# Task objective:
Pick each line that has "progress" out of the records.

# Entries shown:

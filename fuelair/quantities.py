"""The one table of quantities: how every result is named, labelled and shown.

Headers, axes, tables and the glossary are made from :data:`QUANTITIES`. The units themselves and the
reading of text such as ``"2.9 bar"`` stand in `fuelair.units` and are offered here too.
"""

from __future__ import annotations

from collections.abc import Mapping
from dataclasses import dataclass
from types import MappingProxyType
from typing import Final

from fuelair.units import STANDARD_ATMOSPHERE, UNITS, Unit, in_unit, is_gauge, parse, stored_unit

__all__ = [
    "QUANTITIES",
    "STANDARD_ATMOSPHERE",
    "UNITS",
    "Quantity",
    "Unit",
    "header",
    "in_unit",
    "is_gauge",
    "parse",
    "shown",
    "shown_value",
    "stored_unit",
]


@dataclass(frozen=True, slots=True)
class Quantity:
    """How one result is named and shown. ``shown value = (SI value - offset) / factor``.

    Attributes
    ----------
    key : name in JSON, CSV and data frames, with its SI unit as suffix.
    symbol, label : short sign and plain name for headers and axes.
    si_unit, shown_unit : unit stored, unit that human faces show ("" for a pure number).
    factor, offset : from SI to the shown unit.
    style : format specification of the shown number.
    beside : second unit shown in brackets, only ``"degC"`` or "".
    """

    key: str
    symbol: str
    label: str
    si_unit: str
    shown_unit: str
    factor: float
    offset: float
    style: str
    beside: str = ""


_ZERO_CELSIUS: Final = 273.15  # K

# kind of quantity: SI unit, shown unit, dimension in UNITS, format
_KINDS: Final[dict[str, tuple[str, str, str, str]]] = {
    "T": ("K", "K", "temperature", ".0f"),
    "p": ("Pa", "bar", "pressure", ".2f"),
    "ratio": ("1", "1", "ratio", ".3f"),
    "share": ("1", "%", "ratio", ".1f"),
    "trace": ("1", "%", "ratio", ".2f"),
    "e": ("J/kg", "kJ/kg", "specific energy", ".1f"),
    "s": ("J/(kg K)", "kJ/(kg K)", "specific heat capacity", ".4f"),
    "v": ("m3/kg", "m3/kg", "specific volume", ".5f"),
    "V": ("m3", "cm3", "volume", ".2f"),
    "m": ("kg", "g", "mass", ".4f"),
    "P": ("W", "kW", "power", ".1f"),
    "flow": ("kg/s", "kg/h", "mass flow", ".1f"),
    "per energy": ("kg/J", "g/kWh", "mass per energy", ".1f"),
    "per heat": ("kg/J", "g/MJ", "mass per energy", ".1f"),
}

_ROWS: Final = """
compression_temperature_K          | T | T_comp  | Compression temperature
compression_pressure_Pa            | p | p_comp  | Compression pressure
peak_temperature_K                 | T | T_peak  | Peak gas temperature
hottest_zone_temperature_K         | T | T_zone  | Hottest zone temperature
peak_pressure_Pa                   | p | p_peak  | Peak pressure
release_temperature_K              | T | T_rel   | Temperature at release
release_pressure_Pa                | p | p_rel   | Pressure at release
exhaust_temperature_K              | T | T_exh   | Mean exhaust temperature
blowdown_temperature_K             | T | T_bd    | Temperature left after blowdown
stoichiometric_flame_temperature_K | T | T_st    | Stoichiometric flame temperature
exhaust_dew_point_K                | T | T_dew   | Exhaust dew point
cutoff_ratio                       | ratio | V3/V2 | Cut-off ratio
residual_fraction                  | share | x_res | Residual fraction
imep_gross_Pa                      | p | imep_g  | Gross imep
imep_net_Pa                        | p | imep_n  | Net imep
pmep_Pa                            | p | pmep    | Pumping mep (positive = loss)
indicated_efficiency               | share | eta_i | Indicated efficiency
isfc_kg_per_J                      | per energy | isfc | Indicated fuel consumption
co2_kg_per_J                       | per energy | co2 | CO2 per indicated work
co2_kg_per_J_fuel                  | per heat | co2_f | CO2 per fuel energy
work_J_per_kg                      | e | w       | Indicated work per kg trapped
heat_supplied_J_per_kg             | e | q_f     | Fuel energy supplied per kg trapped
heat_added_J_per_kg                | e | q       | Heat added per kg trapped
compression_heat_J_per_kg          | e | q_c     | Heat taken in during compression
blowdown_energy_J_per_kg           | e | e_bd    | Blowdown energy per kg trapped
indicated_power_W                  | P | P_i     | Indicated power (gross)
net_indicated_power_W              | P | P_n     | Indicated power less pumping (net)
air_mass_flow_kg_per_s             | flow | m_air  | Air mass flow
fuel_mass_flow_kg_per_s            | flow | m_fuel | Fuel mass flow
recirculated_mass_flow_kg_per_s    | flow | m_egr  | of which is recirculated
exhaust_mass_flow_kg_per_s         | flow | m_exh  | Exhaust mass flow from the cylinders
effective_compression_ratio        | ratio | r_c  | Effective compression ratio
effective_expansion_ratio          | ratio | r_e  | Effective expansion ratio
volumetric_efficiency              | share | eta_v | Volumetric efficiency
equivalence_ratio                  | ratio | phi   | Equivalence ratio (fresh fuel over fresh dry air)
exhaust_equivalence_ratio          | ratio | phi_exh | Equivalence ratio of the exhaust by elements
oxygen_excess_ratio                | ratio | lambda_O2 | Oxygen of the trapped charge over the oxygen needed
trapped_O2_mole_fraction           | share | x_O2_tr | O2 in the trapped charge
exhaust_O2_wet                     | trace | x_O2  | O2 in the wet exhaust
exhaust_O2_dry                     | trace | x_O2d | O2 in the dry exhaust
exhaust_CO2_wet                    | trace | x_CO2 | CO2 in the wet exhaust
exhaust_CO2_dry                    | trace | x_CO2d | CO2 in the dry exhaust
exhaust_H2O_wet                    | trace | x_H2O | H2O in the wet exhaust
T_K                                | T | T       | Temperature
p_Pa                               | p | p       | Pressure
v_m3_per_kg                        | v | v       | Specific volume
u_J_per_kg                         | e | u       | Specific internal energy
h_J_per_kg                         | e | h       | Specific enthalpy
s_J_per_kgK                        | s | s       | Specific entropy
V_m3                               | V | V       | Volume
mass_kg                            | m | m       | Mass
"""


def _build_quantities() -> dict[str, Quantity]:
    rows: dict[str, Quantity] = {}
    for line in _ROWS.strip().splitlines():
        key, kind, symbol, label = (part.strip() for part in line.split("|"))
        si_unit, shown_unit, dimension, style = _KINDS[kind]
        unit = UNITS[dimension][shown_unit]
        beside = "degC" if key == "exhaust_temperature_K" else ""
        sign = "" if shown_unit == "1" else shown_unit
        rows[key] = Quantity(key, symbol, label, si_unit, sign, float(unit.factor), float(unit.offset), style, beside)
    return rows


QUANTITIES: Final[Mapping[str, Quantity]] = MappingProxyType(_build_quantities())
"""Every result quantity and state column by its key, in the order in which faces list them."""


def shown_value(key: str, value: float) -> float:
    """Return an SI value of the quantity ``key`` in its shown unit.

    >>> shown_value("peak_pressure_Pa", 2.0e7)
    200.0
    """
    row = QUANTITIES[key]
    return float((value - row.offset) / row.factor)


def shown(key: str, value: float | None, *, unit: bool = True) -> str:
    """Return an SI value as human faces print it; ``"-"`` for a figure that was not solved.

    >>> shown("peak_pressure_Pa", 2.0e7), shown("exhaust_temperature_K", 673.15)
    ('200.00 bar', '673 K (400 degC)')
    """
    if value is None:
        return "-"
    row = QUANTITIES[key]
    text = f"{shown_value(key, value):{row.style}}"
    if not unit:
        return text
    text = f"{text} {row.shown_unit}".strip()
    return f"{text} ({value - _ZERO_CELSIUS:.0f} degC)" if row.beside == "degC" else text


def header(key: str) -> str:
    """Return a column header with the shown unit, e.g. ``"Peak pressure [bar]"``."""
    row = QUANTITIES[key]
    return f"{row.label} [{row.shown_unit}]" if row.shown_unit else row.label
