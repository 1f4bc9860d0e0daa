"""Arguments and options that several verbs take."""

from __future__ import annotations

from pathlib import Path
from typing import Annotated

import typer

from fuelair.errors import InputError, Problem
from fuelair.gas.engines import ENGINES, EngineName

CaseFile = Annotated[Path, typer.Argument(metavar="CASE.toml", help="Case file; `fuelair new` writes one to start from.")]
EngineOption = Annotated[
    str | None,
    typer.Option(
        "--engine",
        metavar="|".join(ENGINES),
        help="Gas engine; default reference for assess, for studies compiled where numba is installed.",
    ),
]


def engine_named(text: str | None) -> EngineName | None:
    """The gas engine that ``--engine`` names; None if it was not given."""
    found: list[EngineName] = [name for name in ENGINES if name == text]
    if text is not None and not found:
        raise InputError(Problem("no such gas engine", "--engine", text, " or ".join(ENGINES)))
    return found[0] if found else None
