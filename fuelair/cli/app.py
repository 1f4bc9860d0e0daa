"""The program: `main` runs a verb and turns every expected error into one message and its exit code.

Exit codes: 0 done, 1 some rows failed, 2 the input is wrong, 3 could not be solved, 4 unexpected,
130 interrupted.
"""

from __future__ import annotations

import os
import sys
import traceback
from typing import Annotated

import typer

from fuelair.cli import assess, band, cases, find, sweep, validate, warmup
from fuelair.cli.console import complain
from fuelair.errors import FuelairError
from fuelair.version import __version__

INTERRUPTED = 130
TRACEBACK_VARIABLE = "FUELAIR_TRACEBACK"

app = typer.Typer(
    add_completion=False,
    no_args_is_help=True,
    pretty_exceptions_enable=False,
    rich_markup_mode="rich",
    help="The fuel-air engine cycle beside the air-standard cycles: peak temperature and pressure to expect, and which "
    "assumption costs how many kelvin, bar and percent.",
    epilog="Exit codes: 0 done, 1 some rows failed, 2 the input is wrong, 3 could not be solved, 4 unexpected, 130 interrupted.",
)


def main() -> None:
    """Entry point: run a verb, turn every expected error into one clear message and its exit code."""
    try:
        app(standalone_mode=True)
    except FuelairError as error:
        complain(str(error))
        raise SystemExit(error.exit_code) from None
    except (KeyboardInterrupt, SystemExit) as end:
        if isinstance(end, SystemExit) and end.code != INTERRUPTED:
            raise
        complain("interrupted; nothing half written")
        raise SystemExit(INTERRUPTED) from None
    except OSError as error:
        if not isinstance(error, BrokenPipeError):
            complain(f"cannot write standard output: {error.strerror or error}")
            raise SystemExit(2) from None
        os.dup2(os.open(os.devnull, os.O_WRONLY), sys.stdout.fileno())
        raise SystemExit(0) from None
    except Exception as error:
        if os.environ.get(TRACEBACK_VARIABLE):
            traceback.print_exc()
        complain(
            f"unexpected {type(error).__name__}: {error}\nPlease report it with the case file. "
            f"{TRACEBACK_VARIABLE}=1 shows where it happened."
        )
        raise SystemExit(4) from None


@app.callback(invoke_without_command=True)
def _version(
    version: Annotated[bool, typer.Option("--version", help="Print the version and stop.")] = False,
) -> None:
    if version:
        print(f"fuelair {__version__}")
        raise typer.Exit


_VERBS = (
    assess.assess, sweep.sweep, find.find, band.band, cases.check, cases.new, cases.fuels, validate.validate, warmup.warmup,
)  # fmt: skip
for _verb in _VERBS:
    app.command()(_verb)  # in the order in which the help lists them
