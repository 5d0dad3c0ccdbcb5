"""``release``: build the next immutable release from signed review sets."""

from typing import Any

from django.core.management.base import CommandParser

from labdata.access import find_project, find_user
from labdata.management.commands._base import ServiceCommand
from labdata.release.services import build_release


class Command(ServiceCommand):
    help = "Build the next immutable release of a project from its signed review sets."

    def arguments(self, parser: CommandParser) -> None:
        parser.add_argument("--project", required=True, metavar="SLUG")
        parser.add_argument("--title", required=True, metavar="TEXT")
        parser.add_argument("--user", required=True, metavar="NAME", help="an approver of the project")

    def answer(self, **options: Any) -> dict[str, Any]:
        project, user = find_project(options["project"]), find_user(options["user"])
        made = build_release(project=project, user=user, title=options["title"])
        return {
            "release": made.pk, "project": project.slug, "number": made.number, "title": made.title,
            "created_at": made.created_at, "data_sha256": made.data_sha256, "manifest_sha256": made.manifest_sha256,
            "counts": made.manifest["counts"], "unavailable": made.manifest["unavailable"],
        }  # fmt: skip

    def show(self, answer: dict[str, Any]) -> None:
        counts = answer["counts"]
        self.stdout.write(
            f"Release {answer['number']} of {answer['project']} (id {answer['release']}): {counts['usable']} values of "
            f"{counts['analyses']} analyses; {counts['rejected']} rejected, {counts['unavailable']} indices went with "
            f"them. SHA-256 {answer['data_sha256']}"
        )
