"""``manage.py demo``: the main job on an invented basin, served or run once to the end."""

import json
import sys
from typing import Any

from django.conf import settings
from django.core.management.base import CommandParser

from labdata.errors import KerogateError
from labdata.management.commands._base import ServiceCommand
from labdata.supervisor import announce, serve
from labdata.supervisor.lock import home_lock
from labdata.supervisor.setup import prepare_home, prepare_schema


class Command(ServiceCommand):
    help = "Show the whole job on an invented basin: intake, QC, review, sign-off, release; then serve it."
    requires_system_checks = []
    _announced = False

    def arguments(self, parser: CommandParser) -> None:
        parser.add_argument("--port", type=int, default=8000, help="0 takes a free one (default: 8000)")
        parser.add_argument("--once", action="store_true", help="run the whole job without a web server and exit")

    def handle(self, *args: Any, **options: Any) -> None:
        try:
            with home_lock(settings.HOME):
                if options["once"]:
                    self._once(as_json=options["json"])
                else:
                    self._serve(options["port"], as_json=options["json"])
        except KerogateError as refusal:
            self.stderr.write(str(refusal))
            if options["json"] and not self._announced:
                self._print({"error": refusal.as_dict()})
            sys.exit(1)
        except KeyboardInterrupt:
            self.stderr.write("Stopped before the end; the same command continues.")
            sys.exit(130)

    def _once(self, *, as_json: bool) -> None:
        from labdata.demo import scenario  # noqa: PLC0415 - models are not needed to read the arguments
        from labdata.demo.summary import summary  # noqa: PLC0415

        prepare_schema(self.progress)
        stage = scenario.set_stage(self.progress, must_sign=True)
        release = scenario.finish(stage)
        answer = summary(stage.project, release)
        self._tell(stage)
        if as_json:
            self._print(answer)
        else:
            self._show(answer)

    def _serve(self, port: int, *, as_json: bool) -> None:
        from labdata.demo import scenario  # noqa: PLC0415

        prepare_home(settings.HOME, self.progress)
        stage = scenario.set_stage(self.progress, must_sign=scenario.to_do())
        scenario.show(stage)
        account = self._tell(stage)

        def ready(url: str) -> None:
            self._announced = True
            if as_json:
                self._print({"url": url, "project": stage.project.slug, **account})
            else:
                announce(url)

        serve(port, settings.HOME, on_ready=ready)

    def _print(self, answer: dict[str, Any]) -> None:
        print(json.dumps(answer, ensure_ascii=False), flush=True)

    def _tell(self, stage: Any) -> dict[str, Any]:
        """Name the accounts, and their password if it was made up just now."""
        self.progress(f"Accounts: {', '.join(stage.users)}.")
        if not stage.made:
            return {}
        self.progress(f"Their password, shown this once: {stage.password}")
        return {"password": stage.password}

    def _show(self, answer: dict[str, Any]) -> None:
        """The summary for a person."""
        for file in answer["files"]:
            self.stdout.write(f"{file['file']:45} {file['outcome']}")
        counts = ", ".join(f"{answer[name]} {name}" for name in ("wells", "samples", "analyses", "results"))
        self.stdout.write(counts)
        self.stdout.write("decisions: " + ", ".join(f"{count} {name}" for name, count in answer["decisions"].items()))
        for fault in answer["faults"]:
            by = ", ".join(fault["caught_by"]) or "no rule"
            self.stdout.write(f"{'caught' if fault['caught'] else 'MISSED':7} {fault['fault']:20} {by}")
        release = answer["release"]
        self.stdout.write(
            f"release {release['number']} (id {release['id']}): {release['results']} results, {release['sha256']}"
        )
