"""What the OpenAPI schema cannot find out by itself."""

from typing import Any

from drf_spectacular.extensions import OpenApiAuthenticationExtension
from drf_spectacular.utils import OpenApiParameter

IDEMPOTENCY_KEY = OpenApiParameter(
    "Idempotency-Key",
    str,
    OpenApiParameter.HEADER,
    description="A key of the client's choice: the same request under the same key is done once and answered alike.",
)


class TokenScheme(OpenApiAuthenticationExtension):  # type: ignore[no-untyped-call]
    """``Authorization: Token KEY``."""

    target_class = "labdata.api.authentication.TokenAuthentication"
    name = "token"

    def get_security_definition(self, auto_schema: Any) -> dict[str, str]:
        return {
            "type": "apiKey", "in": "header", "name": "Authorization",
            "description": "«Token KEY», made with the command token or on the account's page.",
        }  # fmt: skip


def with_problems(result: dict[str, Any], generator: Any, request: Any, public: bool) -> dict[str, Any]:
    """Add to every operation that errors come as problem documents."""
    schemas = result["components"].setdefault("schemas", {})
    schemas["Problem"] = {
        "type": "object",
        "description": "RFC 9457 problem document; further members say where (field, errors, cell, …).",
        "required": ["type", "title", "status", "detail"],
        "properties": {
            "type": {"type": "string", "format": "uri"}, "title": {"type": "string"}, "status": {"type": "integer"},
            "detail": {"type": "string"}, "code": {"type": "string"},
            "errors": {"type": "object", "additionalProperties": {"type": "array", "items": {"type": "string"}}},
        },
    }  # fmt: skip
    content = {"application/problem+json": {"schema": {"$ref": "#/components/schemas/Problem"}}}
    for path in result["paths"].values():
        for operation in path.values():
            if isinstance(operation, dict) and "responses" in operation:
                operation["responses"]["default"] = {"description": "A problem.", "content": content}
    return result
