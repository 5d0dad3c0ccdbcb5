"""Run the rules now and print what they found."""

from typing import Any

from django.core.management.base import CommandParser

from labdata.access import find_project
from labdata.errors import KerogateError, NotFound
from labdata.jobs import run_here
from labdata.management.commands._base import ServiceCommand
from labdata.models import JobState, Project, Well
from labdata.registry.names import name_key
from qc.models import QcRun
from qc.services import run_answer, start_run


class Command(ServiceCommand):
    help = "Run the QC rules over a project, or over some of its wells, and print the flags."

    def arguments(self, parser: CommandParser) -> None:
        parser.add_argument("--project", required=True, metavar="SLUG")
        parser.add_argument("--well", action="append", default=[], metavar="NAME", help="may be repeated; default: all")

    def answer(self, **options: Any) -> dict[str, Any]:
        project = find_project(options["project"])
        wells = [find_well(project, name) for name in options["well"]] or None
        job = run_here(start_run(project, wells, user=None))
        if job.state != JobState.SUCCEEDED:
            raise KerogateError(f"The run {job.state}: {job.error_message}", remedy="Run it again.", job=str(job.pk))
        return run_answer(QcRun.objects.select_related("rule_set").get(pk=job.result["run"]))

    def show(self, answer: dict[str, Any]) -> None:
        for flag in answer["flags"]:
            where = " ".join(part for part in (flag["well"], flag["sample"]) if part)
            self.stdout.write(f"{flag['severity']:16} {flag['rule']:26} {where}: {flag['message']}")
        checked = answer["checked"]
        self.stdout.write(
            f"{len(answer['flags'])} flags on {checked['results']} results of {checked['analyses']} analyses."
        )


def find_well(project: Project, name: str) -> Well:
    """The project's well by name, alias or identifier. Raises NotFound."""
    wells = Well.objects.filter(project=project)
    key = name_key(name)
    found = wells.filter(name_key=key) | wells.filter(aliases__name_key=key) | wells.filter(uwi=name)
    well = found.distinct().order_by("uwi").first()
    if well is None:
        known = ", ".join(wells.order_by("name_key").values_list("name", flat=True)[:20]) or "none yet"
        raise NotFound(f"Project «{project.slug}» has no well «{name}».", remedy=f"Wells: {known}.", well=name)
    return well
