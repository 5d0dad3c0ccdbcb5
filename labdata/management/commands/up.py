"""``manage.py up``: the service on one's own data."""

import json
import os
import sys
from typing import Any

from django.conf import settings
from django.core.management.base import CommandParser

from labdata import accounts
from labdata.errors import KerogateError
from labdata.management.commands._base import ServiceCommand
from labdata.supervisor import announce, serve
from labdata.supervisor.lock import home_lock
from labdata.supervisor.setup import prepare_home


class Command(ServiceCommand):
    help = "Start web server and workers on the home folder and keep them running until Ctrl-C or SIGTERM."
    requires_system_checks = []
    _announced = False

    def arguments(self, parser: CommandParser) -> None:
        parser.add_argument("--port", type=int, default=8000, help="0 takes a free one (default: 8000)")

    def handle(self, *args: Any, **options: Any) -> None:
        try:
            with home_lock(settings.HOME):
                self._serve(options["port"], as_json=options["json"])
        except KerogateError as refusal:
            self.stderr.write(str(refusal))
            if options["json"] and not self._announced:
                self._print({"error": refusal.as_dict()})
            sys.exit(1)

    def _serve(self, port: int, *, as_json: bool) -> None:
        prepare_home(settings.HOME, self.progress)
        made = accounts.first_administrator()
        account = self._tell(made) if made else {}

        def ready(url: str) -> None:
            self._announced = True
            if as_json:
                self._print({"url": url, **account})
            else:
                announce(url)

        serve(port, settings.HOME, on_ready=ready)

    def _print(self, answer: dict[str, Any]) -> None:
        print(json.dumps(answer, ensure_ascii=False), flush=True)

    def _tell(self, made: tuple[str, str]) -> dict[str, Any]:
        """Say the new account's name, and its password unless it was given from outside."""
        name, password = made
        if os.environ.get("KEROGATE_ADMIN_PASSWORD"):
            self.progress(f"Account «{name}» made with the password from KEROGATE_ADMIN_PASSWORD.")
            return {"account": name}
        self.progress(f"Account «{name}» made. Its password, shown this once: {password}")
        return {"account": name, "password": password}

# Exercise answer:
        prepare_schema(self.progress)
        stage = scenario.set_stage(self.progress, must_sign=True)
        prepare_home(settings.HOME, self.progress)
        stage = scenario.set_stage(self.progress, must_sign=scenario.to_do())
        self.progress(f"Accounts: {', '.join(stage.users)}.")
        self.progress(f"Their password, shown this once: {stage.password}")
        prepare_home(settings.HOME, self.progress)
            self.progress(f"Account «{name}» made with the password from KEROGATE_ADMIN_PASSWORD.")
        self.progress(f"Account «{name}» made. Its password, shown this once: {password}")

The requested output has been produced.